January 15, 2024
London Stock Exchange
London
Dear Madam, Sirs,
Sub: 'Effective Date' of the Scheme of Amalgamation amongst Tata Steel Limited
and The Tinplate Company of India Limited and their respective shareholders
This is further to our disclosures dated October 20, 2023, November 1, 2023, January 1, 2024 and January 8, 2024, in connection with the Scheme of Amalgamation amongst Tata Steel Limited ('the Company') and The Tinplate Company of India Limited ('TCIL') and their respective shareholders ('Scheme of Amalgamation'), as approved and sanctioned by the Hon'ble National Company Law Tribunal, Mumbai Bench (having jurisdiction over the Company) vide its Order dated October 20, 2023 ('NCLT Mumbai Order') as well as the Hon'ble National Company Law Tribunal, Kolkata Bench (having jurisdiction over TCIL) vide its Order dated January 1, 2024 ('NCLT Kolkata Order').

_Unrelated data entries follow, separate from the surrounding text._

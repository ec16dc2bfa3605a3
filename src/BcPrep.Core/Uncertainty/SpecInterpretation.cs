namespace BcPrep.Uncertainty;

/// <summary>How the "±" figure of an instrument specification is read.</summary>
public enum SpecInterpretation
{
    /// <summary>
    /// The figure is a limit of error with no distribution stated: rectangular, u = a/√3 (GUM 4.3.7, which
    /// recommends the rectangular assumption when only bounds are known). Default.
    /// </summary>
    RectangularLimits,

    /// <summary>The figure is an expanded uncertainty with a stated coverage factor k: u = a/k (GUM 4.3.3).</summary>
    ExpandedUncertainty,
}
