namespace BcPrep.Uncertainty;

/// <summary>
/// cos, sin(2πk/L) for k &lt; <see cref="Count"/> = L/2, the twiddles of one FFT stage, read in place from
/// <see cref="RadixTwoFft"/>'s tables (entry offset + k·stride), so that no stage needs a copy of its own.
/// </summary>
internal readonly struct StageTwiddles
{
    private readonly double[] _cos;
    private readonly double[] _sin;
    private readonly int _offset;
    private readonly int _stride;

    public StageTwiddles(double[] cos, double[] sin, int offset, int stride, int count)
    {
        _cos = cos;
        _sin = sin;
        _offset = offset;
        _stride = stride;
        Count = count;
    }

    /// <summary>Entries: half the stage's length.</summary>
    public int Count { get; }

    public double Cos(int k) => _cos[_offset + (k * _stride)];

    public double Sin(int k) => _sin[_offset + (k * _stride)];
}
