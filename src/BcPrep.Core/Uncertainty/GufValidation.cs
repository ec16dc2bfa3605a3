namespace BcPrep.Uncertainty;

/// <summary>
/// Comparison of a GUM-framework coverage interval y ± U_p with a Monte Carlo interval [y_low, y_high]
/// (JCGM 101 8.1): d_low = |y − U_p − y_low|, d_high = |y + U_p − y_high|; the GUM result is validated when
/// both are ≤ δ, the numerical tolerance of the Monte Carlo u(y) at n_dig significant digits (7.9.2).
/// </summary>
public sealed record GufValidation(double Tolerance, double LowDifference, double HighDifference, bool IsValidated)
{
    /// <summary>
    /// Compares a <see cref="GumOutput"/> with a <see cref="MonteCarloOutput"/> (probabilistically symmetric interval)
    /// at <paramref name="significantDigits"/> digits of the Monte Carlo u. Both must use the same coverage probability.
    /// </summary>
    public static GufValidation Compare(GumOutput gum, MonteCarloOutput monteCarlo, int significantDigits)
    {
        ArgumentNullException.ThrowIfNull(gum);
        ArgumentNullException.ThrowIfNull(monteCarlo);
        if (Math.Abs(gum.CoverageProbability - monteCarlo.CoverageProbability) > 1e-12)
        {
            throw new BcPrepDataException(
                $"GUM (p = {gum.CoverageProbability}) and Monte Carlo (p = {monteCarlo.CoverageProbability}) intervals have different coverage probabilities.");
        }

        var delta = NumericalTolerance(monteCarlo.StandardUncertainty, significantDigits);
        var dLow = Math.Abs(gum.Estimate - gum.ExpandedUncertainty - monteCarlo.Low);
        var dHigh = Math.Abs(gum.Estimate + gum.ExpandedUncertainty - monteCarlo.High);
        return new GufValidation(delta, dLow, dHigh, dLow <= delta && dHigh <= delta);
    }

    /// <summary>
    /// JCGM 101 7.9.2: write u with n_dig significant digits as c·10^ℓ; δ = ½·10^ℓ (u = 0.025, n_dig = 2 → 0.0005).
    /// u must be &gt; 0 and finite, n_dig ≥ 1; u = 0 gives δ = 0.
    /// </summary>
    public static double NumericalTolerance(double standardUncertainty, int significantDigits)
    {
        if (!double.IsFinite(standardUncertainty) || standardUncertainty < 0.0 || significantDigits < 1)
        {
            throw new BcPrepDataException(
                $"Numerical tolerance needs a finite u ≥ 0 (got {standardUncertainty}) and n_dig ≥ 1 (got {significantDigits}).");
        }

        if (standardUncertainty == 0.0)
        {
            return 0.0;
        }

        var exponent = (int)Math.Floor(Math.Log10(standardUncertainty)) - (significantDigits - 1);
        var c = Math.Round(standardUncertainty / Math.Pow(10.0, exponent), MidpointRounding.AwayFromZero);
        if (c >= Math.Pow(10.0, significantDigits))
        {
            exponent++; // rounding carried into an extra digit, e.g. 0.0996 at 2 digits is 0.10
        }

        return 0.5 * Math.Pow(10.0, exponent);
    }
}
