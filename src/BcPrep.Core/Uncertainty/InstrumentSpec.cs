using System.Globalization;

namespace BcPrep.Uncertainty;

/// <summary>
/// An accuracy specification of the form "±(P % of reading + F % of full scale + A)", the way data sheets
/// state it. The terms are added linearly to one half-width a, exactly as the sheet states the limit (not
/// root-sum-squared: the sheet promises the sum as the bound). The half-width becomes a standard uncertainty
/// through <see cref="Interpretation"/>: by default a rectangular limit, u = a/√3 (GUM 4.3.7; reading a bare
/// spec figure as a rectangular bound is "common practice"), or an expanded uncertainty, u = a/k.
/// </summary>
/// <param name="PercentOfReading">P, in percent of |reading|, ≥ 0.</param>
/// <param name="PercentOfFullScale">F, in percent of <paramref name="FullScale"/>, ≥ 0.</param>
/// <param name="FullScale">Full-scale span in the quantity's SI unit, ≥ 0.</param>
/// <param name="AbsoluteTerm">A, in the quantity's SI unit, ≥ 0 (e.g. an offset or a 1-digit term).</param>
/// <param name="Interpretation">How the summed figure becomes a standard uncertainty.</param>
/// <param name="CoverageFactor">k for <see cref="SpecInterpretation.ExpandedUncertainty"/> (ignored otherwise).</param>
public sealed record InstrumentSpec(
    double PercentOfReading = 0.0,
    double PercentOfFullScale = 0.0,
    double FullScale = 0.0,
    double AbsoluteTerm = 0.0,
    SpecInterpretation Interpretation = SpecInterpretation.RectangularLimits,
    double CoverageFactor = 2.0)
{
    /// <summary>Half-width a = |reading|·P/100 + FullScale·F/100 + A (same unit as the reading).</summary>
    /// <exception cref="BcPrepDataException">Negative or non-finite terms, or a non-finite reading.</exception>
    public double HalfWidthAt(double reading)
    {
        Validate();
        if (!double.IsFinite(reading))
        {
            throw new BcPrepDataException($"Spec evaluated at a non-finite reading {reading}.");
        }

        return Math.Abs(reading) * PercentOfReading / 100.0 + FullScale * PercentOfFullScale / 100.0 + AbsoluteTerm;
    }

    /// <summary>Standard uncertainty at a reading: a/√3 (rectangular limits) or a/k (expanded uncertainty).</summary>
    public double StandardUncertaintyAt(double reading)
    {
        var a = HalfWidthAt(reading);
        return Interpretation == SpecInterpretation.RectangularLimits
            ? TypeB.FromRectangularHalfWidth(a)
            : TypeB.FromCertificate(a, CoverageFactor);
    }

    /// <summary>
    /// A Type B input at the given reading; ν = +∞ unless given (bounds taken as certain, GUM G.4.2), distribution
    /// rectangular or normal to match <see cref="Interpretation"/>, source text spelling out the spec terms.
    /// </summary>
    public UncertaintyInput ToInput(string name, double reading, double degreesOfFreedom = double.PositiveInfinity) =>
        new(name, reading, StandardUncertaintyAt(reading), degreesOfFreedom,
            Interpretation == SpecInterpretation.RectangularLimits ? DistributionKind.Rectangular : DistributionKind.Normal,
            EvaluationType.TypeB, Describe());

    /// <summary>Human-readable statement of the spec, e.g. "spec ±(0.05 % of reading + 0.1 % of FS 1000 + 0.2), rectangular".</summary>
    public string Describe()
    {
        var terms = new List<string>();
        if (PercentOfReading != 0.0)
        {
            terms.Add(string.Create(CultureInfo.InvariantCulture, $"{PercentOfReading:G} % of reading"));
        }

        if (PercentOfFullScale != 0.0)
        {
            terms.Add(string.Create(CultureInfo.InvariantCulture, $"{PercentOfFullScale:G} % of FS {FullScale:G}"));
        }

        if (AbsoluteTerm != 0.0 || terms.Count == 0)
        {
            terms.Add(AbsoluteTerm.ToString("G", CultureInfo.InvariantCulture));
        }

        var reading = Interpretation == SpecInterpretation.RectangularLimits
            ? "rectangular limits"
            : string.Create(CultureInfo.InvariantCulture, $"expanded, k = {CoverageFactor:G}");
        return $"spec ±({string.Join(" + ", terms)}), {reading}";
    }

    private void Validate()
    {
        Check(PercentOfReading, nameof(PercentOfReading));
        Check(PercentOfFullScale, nameof(PercentOfFullScale));
        Check(FullScale, nameof(FullScale));
        Check(AbsoluteTerm, nameof(AbsoluteTerm));
        if (PercentOfFullScale != 0.0 && FullScale == 0.0)
        {
            throw new BcPrepDataException("Spec gives a % of full scale term but FullScale is 0.");
        }

        static void Check(double value, string what)
        {
            if (!double.IsFinite(value) || value < 0.0)
            {
                throw new BcPrepDataException($"Spec term {what} = {value} must be finite and ≥ 0.");
            }
        }
    }
}
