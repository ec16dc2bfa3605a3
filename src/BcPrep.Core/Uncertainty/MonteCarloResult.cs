namespace BcPrep.Uncertainty;

/// <summary>
/// Monte Carlo propagation result: one <see cref="MonteCarloOutput"/> per output, the sample covariance of the
/// outputs (units yᵢ·yⱼ), the number of trials, whether the adaptive procedure met its tolerance (always true
/// for a fixed number of trials) and the seed used.
/// </summary>
public sealed record MonteCarloResult(
    IReadOnlyList<MonteCarloOutput> Outputs,
    double[,] OutputCovariance,
    int Trials,
    bool Converged,
    int Seed);
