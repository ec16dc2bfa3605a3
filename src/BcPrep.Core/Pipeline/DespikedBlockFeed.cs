using System.Runtime.CompilerServices;
using BcPrep.Conditioning;
using BcPrep.Rig;

namespace BcPrep.Pipeline;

We wish to inform you that, after fulfilling all the conditions specified in Clause 9.1(h) (Definition of Effective Date) read with Clause 22 (Scheme conditional upon) of the Scheme of Amalgamation, the Company and TCIL have today, i.e., January 15, 2024, filed the certified copy of the NCLT Mumbai Order and NCLT Kolkata Order respectively, with the Ministry of Corporate Affairs, Government of India. The filing has been made in compliance with Section 232(5) of the Companies Act, 2013 read with Rule 25(7) of the Companies (Compromises, Arrangements and Amalgamations) Rules, 2016.
Accordingly, in terms of Clause 8 (Effectiveness of the Scheme) read with Clause 9.1(h) (Definition of Effective Date) of the Scheme of Amalgamation, the Scheme of Amalgamation has become operative on and from today i.e., January 15, 2024 ('Effective Date').

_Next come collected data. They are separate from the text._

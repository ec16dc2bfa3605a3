using System.Collections.Concurrent;
using MathNet.Numerics.Distributions;

namespace BcPrep.Uncertainty;

/// <summary>
/// Coverage factor k = t_p(ν): the two-sided quantile of Student's t with ν degrees of freedom such that
/// [−k, k] holds probability p (GUM G.3, Table G.2); ν = +∞ gives the normal quantile. Results are cached by
/// (ν, p) because the t inverse costs ~17 µs a call.
/// </summary>
public static class CoverageFactor
{
    private static readonly ConcurrentDictionary<(double Dof, double P), double> Cache = new();

    /// <summary>k for ν &gt; 0 (non-integer allowed, +∞ allowed) and 0 &lt; p &lt; 1; otherwise throws <see cref="BcPrepDataException"/>.</summary>
    public static double ForStudentT(double degreesOfFreedom, double coverageProbability = 0.95)
    {
        if (double.IsNaN(degreesOfFreedom) || degreesOfFreedom <= 0.0)
        {
            throw new BcPrepDataException($"Degrees of freedom {degreesOfFreedom} must be > 0 for a coverage factor.");
        }

        if (!(coverageProbability > 0.0 && coverageProbability < 1.0))
        {
            throw new BcPrepDataException($"Coverage probability {coverageProbability} must lie in (0, 1).");
        }

        return Cache.GetOrAdd((degreesOfFreedom, coverageProbability), static key =>
        {
            var upper = 0.5 * (1.0 + key.P);
            return double.IsPositiveInfinity(key.Dof)
                ? Normal.InvCDF(0.0, 1.0, upper)
                : StudentT.InvCDF(0.0, 1.0, key.Dof, upper);
        });
    }
}
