namespace BcPrep.Uncertainty;

/// <summary>
/// Everything the GUM propagation produced: the inputs and their correlation as used, the Jacobian
/// J[i,j] = ∂yᵢ/∂xⱼ, the output covariance U_y = J U_x Jᵀ (units yᵢ·yⱼ), the output correlation matrix and
/// one <see cref="GumOutput"/> per output. Arrays are copies owned by this result.
/// </summary>
public sealed record GumResult(
    IReadOnlyList<UncertaintyInput> Inputs,
    CorrelationMatrix InputCorrelation,
    IReadOnlyList<GumOutput> Outputs,
    double[,] Jacobian,
    double[,] OutputCovariance,
    double[,] OutputCorrelation)
{
    /// <summary>r(yᵢ, yⱼ) = U_y[i,j]/(u(yᵢ)u(yⱼ)); NaN when either uncertainty is zero (undefined), 1 on the diagonal otherwise.</summary>
    public double CorrelationBetween(int i, int j) => OutputCorrelation[i, j];
}
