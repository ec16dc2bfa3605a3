namespace BcPrep.Uncertainty;

/// <summary>
/// Standard normal draws by the Box–Muller transform on a seeded <see cref="Random"/>; both values of each pair
/// are used. Deterministic for a given seed (System.Random with a seed keeps its algorithm across .NET versions).
/// </summary>
internal sealed class GaussianSource
{
    private readonly Random _random;
    private double _spare;
    private bool _hasSpare;

    public GaussianSource(Random random)
    {
        _random = random;
    }

    public double Next()
    {
        if (_hasSpare)
        {
            _hasSpare = false;
            return _spare;
        }

        var u1 = 1.0 - _random.NextDouble(); // (0, 1]: keeps the logarithm finite.
        var u2 = _random.NextDouble();
        var radius = Math.Sqrt(-2.0 * Math.Log(u1));
        var angle = 2.0 * Math.PI * u2;
        _spare = radius * Math.Sin(angle);
        _hasSpare = true;
        return radius * Math.Cos(angle);
    }
}
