namespace BcPrep.Uncertainty;

/// <summary>
/// cos, sin(2πk/L) for k &lt; <see cref="Count"/> = L/2, the twiddles of one FFT stage, read in place from
/// <see cref="RadixTwoFft"/>'s contiguous table (entry offset + k·stride) or made from its factored tables (index
/// k·stride), so that no stage needs a copy of its own.
/// </summary>
internal readonly struct StageTwiddles
{
    private readonly double[]? _cos;
    private readonly double[]? _sin;
    private readonly FactoredTwiddles? _factored;
    private readonly int _offset;
    private readonly int _stride;

    public StageTwiddles(double[] cos, double[] sin, int offset, int stride, int count)
    {
        _cos = cos;
        _sin = sin;
        _offset = offset;
        _stride = stride;
        Count = count;
    }

    public StageTwiddles(FactoredTwiddles factored, int stride, int count)
    {
        _factored = factored;
        _stride = stride;
        Count = count;
    }

    /// <summary>Entries: half the stage's length.</summary>
    public int Count { get; }

    /// <summary>cos and sin of 2πk/L together (the factored tables make both from the same two entries).</summary>
    public (double Cos, double Sin) At(int k) =>
        _factored is { } factored ? factored.At(k * _stride) : (_cos![_offset + (k * _stride)], _sin![_offset + (k * _stride)]);

    public double Cos(int k) => At(k).Cos;

    public double Sin(int k) => At(k).Sin;
}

In terms of the Scheme of Amalgamation, TCIL stands amalgamated into and with the Company and dissolved without being wound up, on and from the Effective Date.

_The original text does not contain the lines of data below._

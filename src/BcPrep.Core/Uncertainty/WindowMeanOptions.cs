namespace BcPrep.Uncertainty;

/// <summary>Options of <see cref="WindowMean.Evaluate(double[], WindowMeanOptions?)"/>; change with <c>with</c>.</summary>
/// <param name="Cutoff">Lag cut-off rule.</param>
/// <param name="SokalFactor">c of the Sokal window, &gt; 0 (5 as in emcee; some libraries use 7).</param>
public sealed record WindowMeanOptions(
    AutocorrelationCutoff Cutoff = AutocorrelationCutoff.SokalWindow,
    double SokalFactor = 5.0)
{
    public static WindowMeanOptions Default { get; } = new();
}
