using System.Globalization;

namespace BcPrep.Uncertainty;

/// <summary>
/// The GUM covariance U_y = J U_x Jᵀ of a chosen subset of a propagation's outputs (JCGM 100 5.2, JCGM 102 6.2),
/// with the matching correlation matrix r_ij = U_ij/(u_i u_j). Entries are in the product of the two outputs' units.
/// Symmetric and positive semi-definite by construction, because it is a principal sub-matrix of J U_x Jᵀ.
/// </summary>
public sealed record OutputCovariance(IReadOnlyList<string> Names, double[,] Covariance)
{
    /// <summary>Number of quantities.</summary>
    public int Size => Names.Count;

    /// <summary>u(y_i) = √U_ii (negative round-off clipped to 0).</summary>
    public double StandardUncertainty(int i) => Math.Sqrt(Math.Max(Covariance[i, i], 0.0));

    /// <summary>r(y_i, y_j); NaN when either standard uncertainty is zero (undefined), exactly 1 on the diagonal otherwise.</summary>
    public double Correlation(int i, int j)
    {
        var denominator = StandardUncertainty(i) * StandardUncertainty(j);
        if (!(denominator > 0.0))
        {
            return double.NaN;
        }

        return i == j ? 1.0 : Math.Clamp(Covariance[i, j] / denominator, -1.0, 1.0);
    }

    /// <summary>Index of a quantity by name, or −1.</summary>
    public int IndexOf(string name)
    {
        for (var i = 0; i < Names.Count; i++)
        {
            if (Names[i] == name)
            {
                return i;
            }
        }

        return -1;
    }

    /// <summary>
    /// Takes the rows and columns of the outputs whose name passes <paramref name="include"/>, in output order.
    /// An empty selection gives an empty matrix. Throws <see cref="ArgumentException"/> (a caller's mistake) when the result's
    /// covariance is not square in its output count.
    /// </summary>
    public static OutputCovariance Select(GumResult result, Func<string, bool> include)
    {
        ArgumentNullException.ThrowIfNull(result);
        ArgumentNullException.ThrowIfNull(include);
        var m = result.Outputs.Count;
        if (result.OutputCovariance.GetLength(0) != m || result.OutputCovariance.GetLength(1) != m)
        {
            throw new ArgumentException(string.Create(CultureInfo.InvariantCulture,
                $"Output covariance is {result.OutputCovariance.GetLength(0)} × {result.OutputCovariance.GetLength(1)} but there are {m} outputs."));
        }

        var chosen = Enumerable.Range(0, m).Where(i => include(result.Outputs[i].Name)).ToArray();
        var covariance = new double[chosen.Length, chosen.Length];
        for (var a = 0; a < chosen.Length; a++)
        {
            for (var b = 0; b < chosen.Length; b++)
            {
                covariance[a, b] = result.OutputCovariance[chosen[a], chosen[b]];
            }
        }

        return new OutputCovariance(chosen.Select(i => result.Outputs[i].Name).ToArray(), covariance);
    }
}
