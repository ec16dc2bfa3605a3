namespace BcPrep.Uncertainty;

/// <summary>Rule that decides up to which lag the sample autocorrelations enter γ_n.</summary>
public enum AutocorrelationCutoff
{
    /// <summary>
    /// Sokal's automatic window (Sokal 1997; also used by emcee's integrated_time): the smallest lag M with
    /// M ≥ c·γ̂(M), c = <see cref="WindowMeanOptions.SokalFactor"/> (default 5). Sums nearly the whole
    /// correlation tail, at the price of somewhat more noise. Default.
    /// </summary>
    SokalWindow,

    /// <summary>
    /// Zhang (2006, Metrologia 43 S276) style: the series is treated as a moving average whose order m is the
    /// last lag before the first ρ̂(k) inside the Bartlett band ±2·√[(1 + 2Σ_{i&lt;k} ρ̂(i)²)/n]. Scanning stops at
    /// the first insignificant lag (searching for the "largest significant lag" over all lags would pick up the
    /// 5 % of noise lags that exceed any 2σ band). Drops the part of a slowly decaying tail that falls inside
    /// the band, so it tends to under-state γ_n for strongly correlated AR-like series.
    /// </summary>
    BartlettBand,
}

Further in terms of the Scheme of Amalgamation, the Memorandum of Association of the Company stands amended to the extent given below:
a. The applicable main objects in the Memorandum of Association of TCIL shall be added to the matters which are necessary for furtherance of the objects of the Memorandum of Association of the Company, to the extent such objects are not already covered in the existing Memorandum of Association of the Company.
b. The authorized share capital of ₹426.50 crore of TCIL stands merged with the authorized share capital of the Company. Consequently, the authorized share capital of the Company will be ₹31,741.50 crore.
This disclosure is being made in terms of Regulation 30 of the Securities and Exchange Board of India (Listing Obligations and Disclosure Requirements) Regulations, 2015, as amended.
This is for your information and record.